The format specification for the PrefLib ecosystem is described in FORMAT_SPECIFICATION.md. A rendered version is available at preflib.org/format

Old file format

The format for the files changed in September 2022. Since this can cause problems for application developed prior to that date, we still provide the old files in the folder datasets_old_format.

How To

Add/modify a dataset

Follow these steps:

  1. Create the corresponding folder in the datasets/ folder. The name should be {number} - {abb} where number is the series number of the dataset and abb its abbreviation.
  2. Move the files to the folder. This should include data files and an info.txt file. They should respect the format specification.
  3. Run the sanity checks: the script is scripts/sanitychecks.py (this is also done automatically via GitHub actions on every push).
  4. Generate the metadata file: the script is scripts/compute_metadata.py. You can also do that by running the Generate the metadata.csv files GitHub action (click on "Run workflow").
  5. Push to the changes to GitHub repository.
  6. Update the ZIP archives on the repo via the action Generate and Upload Zip Files (see below for more details).
  7. Zip the new/modified dataset using the script scripts/zipall.py.
  8. Update the website with the zip file as explained in the repository PrefLib-Jekyll.

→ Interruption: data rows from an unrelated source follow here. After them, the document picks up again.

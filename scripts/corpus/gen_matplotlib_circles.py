#!/usr/bin/python3
"""Circle charts for the corpus, drawn by matplotlib (corpus/matplotlib/circ_*.pdf):
pies with printed percentages, donuts (wedgeprops width) with a colour-matched legend,
polar bars as radial bars and polar-area charts, a tilted pie drawn with affine-squeezed
wedges and a rim, and honest lookalikes (progress ring, gauge, circular logo).
Truth: scripts/corpus/truth_circles.py computes the expected measures from the data."""

import math
import os
import random
import sys

import matplotlib

matplotlib.use("pdf")
import matplotlib.pyplot as plt  # noqa: E402
from matplotlib.patches import PathPatch, Wedge, Circle  # noqa: E402
from matplotlib.path import Path  # noqa: E402
from matplotlib.transforms import Affine2D  # noqa: E402

sys.path.insert(0, os.path.dirname(os.path.abspath(__file__)))
import truth  # noqa: E402

ROOT = os.environ.get("PP_CORPUS_ROOT") or os.path.dirname(os.path.dirname(
    os.path.dirname(os.path.abspath(__file__))))
OUT = os.path.join(ROOT, "corpus", "matplotlib")
PRODUCER = "matplotlib " + matplotlib.__version__
META = {"CreationDate": None, "Creator": PRODUCER}
SEED = 4107  # the data below is fixed, invented by hand for the Fjordhaven scenario
# scripts/holdout sets PP_CORPUS_SEED_OFFSET: the same charts with other invented data.
OFFSET = int(os.environ.get("PP_CORPUS_SEED_OFFSET", "0"))
RNG = random.Random(SEED + OFFSET)


def vary(values, decimals=0):
    """The values as given, or (held-out runs) other values of the same size order,
    largest first as in the originals."""
    if not OFFSET:
        return list(values)
    out = [max(3.0, round(v * RNG.uniform(0.6, 1.4), decimals)) for v in values]
    return sorted(out, reverse=True)


def mislead(values, given):
    """Angles for a pie that disagrees with its labels: the given ones, or (held-out
    runs) the values in reverse order, far from every label."""
    return list(given) if not OFFSET else list(reversed(values))

SEGMENTS = ["Ferries", "Freight", "Harbour", "Charter", "Other"]
FUNDS = ["Tern Bond", "Skarv Equity", "Lomvi Cash", "Alke Property"]
COLOURS = ["#3b6ea5", "#e08a2c", "#5a9e4b", "#c4453c", "#8a6bb5", "#7f7f7f"]


def new_fig(w=5.0, h=4.0):
    return plt.figure(figsize=(w, h), dpi=72)


def box(fig, artists):
    """Union of the artists' extents in PDF points, origin top-left (dpi 72)."""
    fig.canvas.draw()
    h = fig.get_figheight() * 72.0
    x0 = y0 = 1e9
    x1 = y1 = -1e9
    for a in artists:
        e = a.get_window_extent()
        x0, x1 = min(x0, e.x0), max(x1, e.x1)
        y0, y1 = min(y0, h - e.y1), max(y1, h - e.y0)
    return [round(x0, 2), round(y0, 2), round(x1, 2), round(y1, 2)]


def save(fig, name, figures):
    path = os.path.join(OUT, name + ".pdf")
    fig.savefig(path, metadata=META)
    plt.close(fig)
    truth.write_truth(path, PRODUCER, SEED + OFFSET, 1, figures, ROOT)


def figure(kind, bbox, values, labels, rule=None, circle=None, data_labels=None,
           style=(), notes=None):
    f = {"page": 1, "bbox": bbox, "kind": kind, "misleading": rule is not None,
         "rule": rule, "values": list(values), "labels": list(labels), "axis": None,
         "baseline": None, "data_labels": data_labels, "style": list(style)}
    if circle is not None:
        f["circle"] = circle
    if notes:
        f["notes"] = notes
    return f


def pct_labels(values, decimals=0):
    total = sum(values)
    return [round(100.0 * v / total, decimals) for v in values]


def pie(name, values, printed, drawn=None, rule=None, donut=False, legend=False,
        title="Revenue by segment, 2031", decimals=0, notes=None, min_label=None):
    """A pie (or donut) drawn from `drawn` (default values) with `printed` percentages;
    slices printed below `min_label` percent get no percentage (producers drop them)."""
    drawn = drawn or values
    fig = new_fig()
    ax = fig.add_axes([0.05, 0.08, 0.6, 0.8])
    ax.set_aspect("equal")
    wp = {"width": 0.38, "edgecolor": "white", "linewidth": 1.2} if donut else \
        {"edgecolor": "white", "linewidth": 1.0}
    labels = (SEGMENTS + ["Ferry bar", "Parking"])[:len(values)]
    fmt = "%%.%df%%%%" % decimals
    texts = [fmt % p if min_label is None or p >= min_label else "" for p in printed]
    wedges, *_ = ax.pie(drawn, colors=COLOURS, startangle=90, counterclock=False,
                        wedgeprops=wp, labels=None if legend else labels,
                        labeldistance=1.12)
    for w, t in zip(wedges, texts):
        mid = math.radians((w.theta1 + w.theta2) / 2)
        rr = 0.81 if donut else 0.62
        ax.text(rr * math.cos(mid), rr * math.sin(mid), t, ha="center", va="center",
                fontsize=9, color="white")
    if legend:
        fig.legend(wedges, ["%s %s" % (l, t) for l, t in zip(labels, texts)],
                   loc="center right", frameon=False, fontsize=9)
    ax.set_title(title, fontsize=11)
    bb = box(fig, wedges)
    circle = {"drawn_values": list(drawn), "printed": list(printed),
              "printed_kind": "percent", "decimals": decimals,
              "start": math.pi / 2, "direction": -1, "inner": 0.62 if donut else 0.0}
    style = ["donut"] if donut else []
    style += ["legend"] if legend else ["labels-inside"]
    if len(values) > len(COLOURS):
        style += ["colours-wrap"]  # the last slice takes the first one's colour, beside it
    if min_label is not None:
        style += ["small-slices-unlabelled"]
    save(fig, name, [figure("pie", bb, values, labels, rule, circle, list(printed), style,
                            notes)])


def radial_bars(name, values, full, rule="radial-ring-ink", width=0.8, gap=0.25, r0=1.0):
    """Concentric rings on polar axes, clockwise from the top; ring i's sweep stands for
    values[i] / full of a turn."""
    fig = new_fig(5.0, 5.0)
    ax = fig.add_axes([0.1, 0.1, 0.8, 0.78], projection="polar")
    ax.set_theta_zero_location("N")
    ax.set_theta_direction(-1)
    rings, bars = [], []
    for i, v in enumerate(values):
        ri = r0 + i * (width + gap)
        sweep = 2 * math.pi * v / full
        b = ax.bar(sweep / 2, width, width=sweep, bottom=ri, color=COLOURS[i],
                   align="center")
        bars.extend(b.patches)
        rings.append([ri, ri + width])
        ax.text(-0.02, ri + width / 2, "%s  %g" % (FUNDS[i], v), ha="right", va="center",
                fontsize=8)
    ax.set_ylim(0, r0 + len(values) * (width + gap))
    ax.set_xticks([])
    ax.set_yticks([])
    ax.spines["polar"].set_visible(False)
    ax.set_title("Assets under management, NOK bn (full circle = %g)" % full, fontsize=10)
    bb = box(fig, bars)
    circle = {"rings": rings, "full_value": full, "start": math.pi / 2, "direction": -1}
    save(fig, name, [figure("radial-bar", bb, values, FUNDS[:len(values)], rule, circle,
                            list(values), ["polar-axes", "data-labels"])])


def radial_bars_scale(name, values, full, rule, step):
    """Radial bars read from their angular scale alone: value tick labels printed around
    the circle (every `step` from 0 at the top, clockwise), no data labels; ring names
    sit at the rings' start. Honest rings keep (R² − r²) equal, so equal sweeps take equal
    ink; misleading rings are of equal width, so outer rings take more ink per unit."""
    fig = new_fig(5.0, 5.0)
    ax = fig.add_axes([0.12, 0.1, 0.76, 0.76], projection="polar")
    ax.set_theta_zero_location("N")
    ax.set_theta_direction(-1)
    n, r0, width, gap = len(values), 1.0, 0.8, 0.25
    rings, bars = [], []
    for i, v in enumerate(values):
        if rule is None:
            # Equal ring areas: ri² − r(i−1)² constant from the innermost ring's area.
            area = (r0 + width) ** 2 - r0 ** 2
            ri = r0 if i == 0 else math.sqrt(rings[-1][1] ** 2 + 2 * gap * rings[-1][1])
            ro = math.sqrt(ri * ri + area)
        else:
            ri = r0 + i * (width + gap)
            ro = ri + width
        sweep = 2 * math.pi * v / full
        b = ax.bar(sweep / 2, ro - ri, width=sweep, bottom=ri, color=COLOURS[i],
                   align="center")
        bars.extend(b.patches)
        rings.append([ri, ro])
        ax.text(-0.03, (ri + ro) / 2, FUNDS[i], ha="right", va="center", fontsize=7)
    ticks = [k * step for k in range(int(round(full / step)))]
    ax.set_xticks([2 * math.pi * t / full for t in ticks])
    ax.set_xticklabels(["%g" % t for t in ticks], fontsize=8)
    ax.set_ylim(0, rings[-1][1] + 0.1)
    ax.set_yticks([])
    ax.grid(False)
    ax.spines["polar"].set_visible(False)
    ax.set_title("Assets under management, NOK bn", fontsize=10)
    bb = box(fig, bars)
    circle = {"rings": rings, "full_value": full, "start": math.pi / 2, "direction": -1}
    save(fig, name, [figure("radial-bar", bb, values, FUNDS[:n], rule, circle, None,
                            ["polar-axes", "angular-scale"])])


def polar_area(name, values, by_radius):
    """Equal-angle wedges; radius ∝ value (misleading) or ∝ √value (honest)."""
    fig = new_fig(5.0, 5.0)
    ax = fig.add_axes([0.1, 0.1, 0.8, 0.78], projection="polar")
    n = len(values)
    top = max(values)
    radii = [v / top if by_radius else math.sqrt(v / top) for v in values]
    bars = ax.bar([2 * math.pi * (i + 0.5) / n for i in range(n)], radii,
                  width=2 * math.pi / n, bottom=0, color=COLOURS[:n], edgecolor="white")
    for i, (v, r) in enumerate(zip(values, radii)):
        th = 2 * math.pi * (i + 0.5) / n
        ax.text(th, r + 0.08, "%g" % v, ha="center", va="center", fontsize=9)
    ax.set_ylim(0, 1.15)
    ax.set_yticks([])
    ax.set_xticks([2 * math.pi * (i + 0.5) / n for i in range(n)])
    ax.set_xticklabels(SEGMENTS[:n], fontsize=8)
    ax.set_title("Passengers by route, thousands", fontsize=10)
    bb = box(fig, bars.patches)
    rule = "polar-radius" if by_radius else None
    save(fig, name, [figure("polar-area", bb, values, SEGMENTS[:n], rule,
                            {"radii": radii}, list(values),
                            ["polar-axes", "radius" if by_radius else "sqrt-radius"])])


def polar_area_axis(name, values, by_radius, step):
    """Equal-angle wedges read from a radial axis alone (value tick labels along a radius,
    no data labels). Misleading: radius ∝ value and the axis linear in the radius. Honest:
    radius ∝ √value, the axis' ticks placed at √(tick / top) so that area follows value."""
    fig = new_fig(5.0, 5.0)
    ax = fig.add_axes([0.1, 0.1, 0.8, 0.78], projection="polar")
    n, top = len(values), (math.floor(max(values) / step) + 1) * step
    pos = (lambda v: v / top) if by_radius else (lambda v: math.sqrt(v / top))
    radii = [pos(v) for v in values]
    bars = ax.bar([2 * math.pi * (i + 0.5) / n for i in range(n)], radii,
                  width=2 * math.pi / n, bottom=0, color=COLOURS[:n], edgecolor="white")
    ticks = [step * k for k in range(1, int(round(top / step)) + 1)]
    ax.set_yticks([pos(t) for t in ticks])
    ax.set_yticklabels(["%g" % t for t in ticks], fontsize=8)
    ax.set_rlabel_position(0.5 * 360.0 / n)
    ax.set_ylim(0, 1.02)
    ax.set_xticks([2 * math.pi * (i + 0.5) / n for i in range(n)])
    ax.set_xticklabels(SEGMENTS[:n], fontsize=8)
    ax.set_title("Passengers by route, thousands", fontsize=10)
    bb = box(fig, bars.patches)
    rule = "polar-radius" if by_radius else None
    save(fig, name, [figure("polar-area", bb, values, SEGMENTS[:n], rule,
                            {"radii": radii}, None,
                            ["polar-axes", "radial-axis",
                             "radius" if by_radius else "sqrt-radius"])])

If the data has been added via a pull request, you do not need to clone the repo. You can simply merge the PR; wait for the sanity checks to run; compute the metadata via the GitHub action; update the zip in the release via the GitHub action; and you're done. Then, move to PrefLib-Jekyll to update the website.

Update the zip archives

The zip files served from the website are actually hosted as assets of the v1.0 release of this repository. Whenever the datasets have been modified, or new datasets have been added, the zip files need to be re-generated.

To do so, go to the Generate and Upload Zip Files action and run the workflow. The zip files from the release will slowly be updated (the process takes around 20 minutes).

Important: For this process to work, there needs to be a release with tag v1.0. If this release were to be deleted, re-create it (here) before running the workflow.